--- TO DO ---
If a line holds the word "table", copy it from the entries.

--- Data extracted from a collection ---
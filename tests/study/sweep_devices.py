"""Small cases with a `[sweep]` table. All numbers invented."""

from __future__ import annotations

from typing import Any

from devices import case, pixel, tandem

from optics.device.case import Case

HTL, ETL = "layers.HTL.thickness_nm", "layers.ETL.thickness_nm"
EQE = "external_quantum_efficiency"
# Metals with eps nearer to zero may carry modes that run backward, and are never combined.
FAR_FROM_RESONANCE = {"n": 0.9, "k": 6.4}


def swept(axes: dict[str, Any], *, document: dict[str, Any] | None = None, **table: Any) -> Case:
    """Return a coarse pixel, or a document, with a sweep over the axes."""
    document = coarse() if document is None else document
    document["sweep"] = {"axes": axes, **table}
    return case(document)


def coarse() -> dict[str, Any]:
    """Return the pixel at few wavelengths with a point of emission."""
    document = pixel()
    document["wavelength"] = {"values_nm": [510, 545, 580]}
    document["materials"]["metal"] = FAR_FROM_RESONANCE
    document["emitters"][0]["zone"] = {"shape": "point", "at": 0.4}
    return document


def two_emitters() -> dict[str, Any]:
    """Return the tandem at few wavelengths."""
    document = tandem()
    document["wavelength"] = {"values_nm": [520, 560, 600]}
    document["materials"]["metal"] = FAR_FROM_RESONANCE
    return document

--- TASK ANSWER ---
"""Small cases with a `[sweep]` table. All numbers invented."""
def swept(axes: dict[str, Any], *, document: dict[str, Any] | None = None, **table: Any) -> Case:
    document["sweep"] = {"axes": axes, **table}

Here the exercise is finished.